Central versus peripheral cannulation for acute type A aortic dissection.

Autor: Yousef S; Division of Cardiac Surgery, Department of Cardiothoracic Surgery, University of Pittsburgh, Pittsburgh, Pa., Brown JA; Division of Cardiac Surgery, Department of Cardiothoracic Surgery, University of Pittsburgh, Pittsburgh, Pa., Serna-Gallegos D; Division of Cardiac Surgery, Department of Cardiothoracic Surgery, University of Pittsburgh, Pittsburgh, Pa; Heart and Vascular Institute, University of Pittsburgh Medical Center, Pittsburgh, Pa., Navid F; Division of Cardiac Surgery, Department of Cardiothoracic Surgery, University of Pittsburgh, Pittsburgh, Pa; Heart and Vascular Institute, University of Pittsburgh Medical Center, Pittsburgh, Pa., Zhu J; Heart and Vascular Institute, University of Pittsburgh Medical Center, Pittsburgh, Pa., Thoma FW; Division of Cardiac Surgery, Department of Cardiothoracic Surgery, University of Pittsburgh, Pittsburgh, Pa; Heart and Vascular Institute, University of Pittsburgh Medical Center, Pittsburgh, Pa., Bianco V; Division of Cardiac Surgery, Department of Cardiothoracic Surgery, University of Pittsburgh, Pittsburgh, Pa., Aranda-Michel E; Division of Cardiac Surgery, Department of Cardiothoracic Surgery, University of Pittsburgh, Pittsburgh, Pa., Diaz-Castrillon CE; Division of Cardiac Surgery, Department of Cardiothoracic Surgery, University of Pittsburgh, Pittsburgh, Pa., Sultan I; Division of Cardiac Surgery, Department of Cardiothoracic Surgery, University of Pittsburgh, Pittsburgh, Pa; Heart and Vascular Institute, University of Pittsburgh Medical Center, Pittsburgh, Pa. Electronic address: sultani@upmc.edu.
Jazyk: angličtina
Zdroj: The Journal of thoracic and cardiovascular surgery [J Thorac Cardiovasc Surg] 2024 Feb; Vol. 167 (2), pp. 588-595. Date of Electronic Publication: 2022 Jul 16.

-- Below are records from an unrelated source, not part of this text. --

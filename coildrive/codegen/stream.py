"""The firmware side of the bench link: a C encoder rendered from Jinja2 templates.

:func:`render_stream_encoder` is pure (options in, ``{filename: text}`` out); the
templates are ``codegen_templates/stream/coil_stream.h.j2`` and ``.c.j2``.
:class:`StreamView` holds only C concerns (names, buffer sizes, the CRC table); the
frame layout it renders is the one of :mod:`coildrive.bench.protocol`.
"""

from __future__ import annotations

import math
import re
from dataclasses import dataclass
from fractions import Fraction

from .. import __version__
from ..bench import protocol
from ..bench.framing import CRC_POLY, cobs_encoded_size
from ..bench.messages import EventKind, Opcode, ReplyStatus
from ..config import Board
from ..errors import InputError
from ..resources import data_dir

_PREFIX = re.compile(r"^[A-Za-z][A-Za-z0-9_]{0,31}$")
_TEMPLATES = ("coil_stream.h.j2", "coil_stream.c.j2")
_RX_MAX = 16          # a COMMAND frame is 11 bytes after COBS; anything longer is an error
_EVENT_PAYLOAD = 9
_REPLY_PAYLOAD = 8


def crc16_table(poly: int = CRC_POLY) -> list[int]:
    """The 256-entry table of a non-reflected 16-bit CRC: entry ``n`` is ``n << 8`` shifted
    through ``poly`` eight times (the register after one byte from a zero start)."""
    table = []
    for n in range(256):
        crc = n << 8
        for _ in range(8):
            crc = ((crc << 1) ^ poly) if crc & 0x8000 else crc << 1
            crc &= 0xFFFF
        table.append(crc)
    return table


@dataclass(frozen=True)
class BoardSampling:
    """What a board file says about sampling, as INFO-frame fields."""

    name: str
    rate_numerator: int
    rate_denominator: int
    adc_bits: int
    amps_per_code: float

    @property
    def amps_per_code_literal(self) -> str:
        """The scaling as a C float literal (9 significant digits round-trip binary32)."""
        return _float_literal(self.amps_per_code)


def board_sampling(board: Board) -> BoardSampling:
    """INFO-frame fields from a board: exact sample-rate ratio, ADC bits, A per code.

    ``amps_per_code = reference / 2**bits / (sense.resistance * sense.gain)``: one ADC
    step in volts at the pin, divided by the sense transresistance in V/A.
    """
    source = board.source or board.name
    if board.adc.bits > 16:
        raise InputError(source, "adc.bits", f"{board.adc.bits} bits: the bench link carries 16-bit "
                         "codes; shift the readings to 16 bits in firmware and use a board "
                         "file that says 16")
    rate = Fraction(board.adc.sample_rate).limit_denominator(0xFFFF)
    if not 1 <= rate.numerator <= 0xFFFFFFFF:
        raise InputError(source, "adc.sample_rate", f"{board.adc.sample_rate:g} Hz does not fit "
                         "the INFO frame (1 Hz .. 4.29 GHz as a ratio of 32-bit integers)")
    amps = board.adc.reference / 2**board.adc.bits / (board.sense.resistance * board.sense.gain)
    return BoardSampling(board.name, rate.numerator, rate.denominator, board.adc.bits, amps)


class StreamView:
    """C-facing view of the encoder options: names, sizes, tables.

    Parameters
    ----------
    prefix : C name prefix; functions and types use it in lower case
        (``coil_stream_push``), macros in upper case (``COIL_STREAM_BLOCKS``).
    samples_per_frame : ADC codes per SAMPLES frame, 1..510.
    blocks : sample blocks in the ring, a power of two 2..128.
    event_slots : queued events, a power of two 2..128.
    crc_table : use a 512-byte CRC table instead of the bitwise loop.
    board : board whose sampling fills the ``*_RATE_*``, ``*_ADC_BITS`` and
        ``*_AMPS_PER_CODE`` macros; ``None`` leaves them out.
    """

    def __init__(self, prefix: str = "coil", samples_per_frame: int = 64, blocks: int = 8,
                 event_slots: int = 16, crc_table: bool = False, board: Board | None = None):
        if not isinstance(prefix, str) or not _PREFIX.match(prefix):
            raise InputError("--prefix", "", f"{prefix!r} is not a usable C name prefix, expected a "
                             "letter then up to 31 letters, digits or underscores (e.g. valve1)")
        _check_int("--samples-per-frame", samples_per_frame, 1, protocol.MAX_SAMPLES_PER_FRAME)
        _check_power_of_two("--blocks", blocks)
        _check_power_of_two("--event-slots", event_slots)
        self.lower = prefix.lower()
        self.macro = prefix.upper()
        self.header_name = f"{self.lower}_stream.h"
        self.source_name = f"{self.lower}_stream.c"
        self.guard = f"{self.macro}_STREAM_H"
        self.version = __version__
        self.protocol_version = protocol.PROTOCOL_VERSION
        self.samples_per_frame = samples_per_frame
        self.blocks = blocks
        self.event_slots = event_slots
        self.firmware_id_max = protocol.MAX_FIRMWARE_ID
        payload = max(protocol.SAMPLES_HEADER + 2 * samples_per_frame,
                      protocol.INFO_FIXED + protocol.MAX_FIRMWARE_ID, _EVENT_PAYLOAD, _REPLY_PAYLOAD)
        self.max_raw = protocol.HEADER_SIZE + payload + protocol.CRC_SIZE
        self.max_wire = cobs_encoded_size(self.max_raw) + 2   # leading and trailing delimiter
        self.rx_max = _RX_MAX
        self.crc_table = crc_table
        self.crc_rows = _rows(crc16_table()) if crc_table else []
        self.board = board_sampling(board) if board is not None else None
        self.frame_types = [(t.name, int(t)) for t in protocol.FrameType]
        self.event_kinds = [(k.name, int(k)) for k in EventKind]
        self.opcodes = [(o.name, int(o)) for o in Opcode]
        self.statuses = [(s.name, int(s)) for s in ReplyStatus]


# --------------------------------------------------------------------------- memory
#: (size, alignment) of the C types the encoder's state uses, per ABI: avr-gcc packs
#: everything on byte boundaries with 2-byte pointers; the Arm EABI aligns each type to its
#: size with 4-byte pointers (AAPCS, "Fundamental Data Types").
_ABI = {
    "avr": {"u8": (1, 1), "u16": (2, 1), "u32": (4, 1), "ptr": (2, 1)},
    "arm": {"u8": (1, 1), "u16": (2, 2), "u32": (4, 4), "ptr": (4, 4)},
}
#: Code bytes of the encoder without the CRC table, at -Os: the largest .text of the
#: shapes tests/test_cross_compile.py builds (1, 2, 64 and 510 codes per frame, 2..128
#: blocks and event slots, bitwise and table CRC), rounded up to 50 bytes.
#: Measured with avr-gcc 5.4.0 (-mmcu=atmega328p) and arm-none-eabi-gcc 12.2
#: (-mcpu=cortex-m0plus -mthumb, the larger of the two Cortex-M builds);
#: tests/test_cross_compile.py compiles again and checks these bounds.
_CODE_BYTES = {"avr": 2750, "arm": 1750}
_CRC_TABLE_BYTES = 512
UART_BITS_PER_BYTE = 10        # 8N1: start bit, 8 data bits, stop bit


def _layout(abi: dict, fields: list[tuple[tuple[int, int], int]]) -> tuple[int, int]:
    """(size, alignment) of a C struct of ``(type, count)`` fields, padded as C pads it."""
    offset, align = 0, 1
    for (size, field_align), count in fields:
        offset = -(-offset // field_align) * field_align + size * count
        align = max(align, field_align)
    return -(-offset // align) * align, align


@dataclass(frozen=True)
class MemoryUse:
    """RAM and flash bytes the encoder takes on one family of parts.

    ``ram`` is the ``<prefix>_stream_t`` object (computed from the buffer sizes with the
    ABI's alignment rules) plus, on 8-bit Harvard parts, the CRC table, which the default
    plain ``const`` puts in RAM; stack is not counted (see docs/firmware.md).
    ``flash`` is the measured code bound plus the CRC table.
    """

    family: str
    ram: int
    flash: int
    state: int


def memory_use(view: "StreamView") -> list[MemoryUse]:
    """What the encoder of ``view`` takes on an 8-bit AVR and on a 32-bit Cortex-M."""
    result = []
    for family, abi in (("8-bit AVR", _ABI["avr"]), ("Cortex-M", _ABI["arm"])):
        u8, u16, u32, ptr = abi["u8"], abi["u16"], abi["u32"], abi["ptr"]
        block = _layout(abi, [(u32, 1), (u16, 1), (u16, view.samples_per_frame)])
        event = _layout(abi, [(u8, 1), (u32, 1), (u32, 1)])
        state, _ = _layout(abi, [
            (block, view.blocks), (u8, 2), (u16, 1), (u32, 3), (event, view.event_slots), (u8, 2),
            (u32, 1), (ptr, 2), (u16, 1), (u8, 1), (u8, view.max_raw), (u8, view.max_wire),
            (u8, view.rx_max), (u8, 2), (u32, 1)])
        harvard = family == "8-bit AVR"
        table = _CRC_TABLE_BYTES if view.crc_table else 0
        code = _CODE_BYTES["avr" if harvard else "arm"]
        result.append(MemoryUse(family, state + (table if harvard else 0), code + table, state))
    return result


def wire_bytes_per_sample(samples_per_frame: int) -> float:
    """Bytes on the wire per sample in full SAMPLES frames (COBS worst case, delimiter)."""
    raw = protocol.HEADER_SIZE + protocol.SAMPLES_HEADER + 2 * samples_per_frame + protocol.CRC_SIZE
    return (cobs_encoded_size(raw) + 1) / samples_per_frame


def budget_notes(view: "StreamView", board: Board | None) -> list[str]:
    """Lines to show: the memory taken, then warnings about the board's RAM, flash and link.

    Raises
    ------
    InputError
        naming the board file and ``ram`` or ``flash`` when the encoder does not fit.
    """
    uses = memory_use(view)
    table = (f"; the CRC table is in RAM on AVR unless {view.macro}_STREAM_FLASH puts it in flash"
             if view.crc_table else "")
    notes = ["memory: " + "; ".join(f"{u.family} RAM {u.ram:,} B, flash {u.flash:,} B" for u in uses)
             + f" (the {view.lower}_stream_t object and -Os code; stack not counted{table})"]
    if board is None:
        return notes
    source = board.source or board.name
    for key, have in (("ram", board.ram), ("flash", board.flash)):
        worst = max(uses, key=lambda u: getattr(u, key))
        need = getattr(worst, key)
        if not have:
            continue
        share = f"{need:,} B of the board's {have:,} B {key} ({100 * need / have:.1f} %, {worst.family})"
        if need > have:
            raise InputError(source, key, f"the stream encoder needs {share}: use --crc-bitwise, fewer "
                             "--blocks or a smaller --samples-per-frame")
        if need > 0.75 * have:
            notes.append(f"warning: the stream encoder takes {share}, above 75 %")
    need = board.adc.sample_rate * wire_bytes_per_sample(view.samples_per_frame)
    have = board.link.baud / UART_BITS_PER_BYTE
    if need > have:
        notes.append(f"warning: streaming every sample needs {need:,.0f} B/s ({board.adc.sample_rate:,.0f} "
                     f"samples/s x {wire_bytes_per_sample(view.samples_per_frame):.2f} B), the link "
                     f"carries {have:,.0f} B/s at {board.link.baud} baud (8N1): the ring overflows "
                     "unless you stream bursts shorter than the buffer")
    return notes


def _rows(values: list[int], per_row: int = 8) -> list[str]:
    cells = [f"0x{v:04X}u" for v in values]
    rows = []
    for start in range(0, len(cells), per_row):
        last = start + per_row >= len(cells)
        rows.append(", ".join(cells[start:start + per_row]) + ("" if last else ","))
    return rows


def _check_int(option: str, value: int, low: int, high: int) -> None:
    if isinstance(value, bool) or not isinstance(value, int) or not low <= value <= high:
        raise InputError(option, "", f"{value!r} is outside {low}..{high}")


def _check_power_of_two(option: str, value: int) -> None:
    _check_int(option, value, 2, 128)
    if value & (value - 1):
        raise InputError(option, "", f"{value} is not a power of two (2, 4, 8, ... 128)")


def render_stream_encoder(prefix: str = "coil", *, samples_per_frame: int = 64, blocks: int = 8,
                          event_slots: int = 16, crc_table: bool = False,
                          board: Board | None = None) -> dict[str, str]:
    """Render the firmware-side bench-link encoder.

    Parameters
    ----------
    prefix : C name prefix (``coil`` gives ``coil_stream.h``, ``coil_stream_push()``,
        ``COIL_EVENT_ON``).
    samples_per_frame : ADC codes per SAMPLES frame (1..510). Each frame costs 9 bytes of
        header, CRC and framing on top of 2 bytes per code (64: 93 % payload).
    blocks : sample blocks buffered between the ADC interrupt and the main loop (power of
        two, 2..128); RAM is about ``blocks * (2 * samples_per_frame + 8)`` bytes.
    event_slots : events buffered (power of two, 2..128), 12 bytes each.
    crc_table : a 512-byte lookup table instead of the bitwise CRC loop.
    board : fill the sampling macros from this board.

    Returns
    -------
    ``{"<prefix>_stream.h": text, "<prefix>_stream.c": text}``

    Raises
    ------
    InputError
        naming the option that is out of range.

    Examples
    --------
    >>> files = render_stream_encoder("valve1", samples_per_frame=32)
    >>> sorted(files)
    ['valve1_stream.c', 'valve1_stream.h']
    >>> "#define VALVE1_STREAM_SAMPLES_PER_FRAME  32u" in files["valve1_stream.h"]
    True
    """
    import jinja2  # only the code generators pay for it

    view = StreamView(prefix, samples_per_frame, blocks, event_slots, crc_table, board)
    env = jinja2.Environment(
        loader=jinja2.FileSystemLoader(str(data_dir("codegen_templates") / "stream")),
        undefined=jinja2.StrictUndefined, keep_trailing_newline=True,
        trim_blocks=True, lstrip_blocks=True, autoescape=False,
    )
    header, source = (env.get_template(name).render(v=view) for name in _TEMPLATES)
    return {view.header_name: header, view.source_name: source}


def _float_literal(value: float) -> str:
    """A C float literal; 9 significant digits identify a binary32 value."""
    if not math.isfinite(value):
        raise ValueError(f"{value} has no C literal")
    text = f"{value:.9g}"
    if "." not in text and "e" not in text:
        text += ".0"
    return text + "f"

DOI: 10.1016/j.jtcvs.2022.04.055
Abstrakt: Objective: This study sought to evaluate the impact of central aortic versus peripheral cannulation on outcomes after acute type A aortic dissection repair.
Methods: This was an observational study using an institutional database of acute type A aortic dissection repairs from 2007 to 2021. Patients were stratified according to central, subclavian, or femoral cannulation. Kaplan-Meier survival estimation and multivariable Cox regression were performed.
Results: The study population consisted of 577 patients who underwent acute type A aortic dissection repair. Of these, central cannulation was used in 490 patients (84.9%), subclavian cannulation was used in 54 patients (9.4%), and femoral cannulation was used in 33 patients (5.7%). Rates of peripheral vascular disease, aortic insufficiency moderate or greater, and cerebral malperfusion differed significantly among the groups, but baseline characteristics were otherwise comparable (P > .05). Operative mortality was lowest in the central cannulation group (9.8%), but this did not differ significantly among the groups. Kaplan-Meier survival estimates were similar among the groups. On multivariable Cox regression, cannulation strategy was not significantly associated with long-term survival.
Conclusions: Acute type A aortic dissection repair can be safely performed through central aortic cannulation, with outcomes comparable to those obtained with subclavian or femoral cannulation.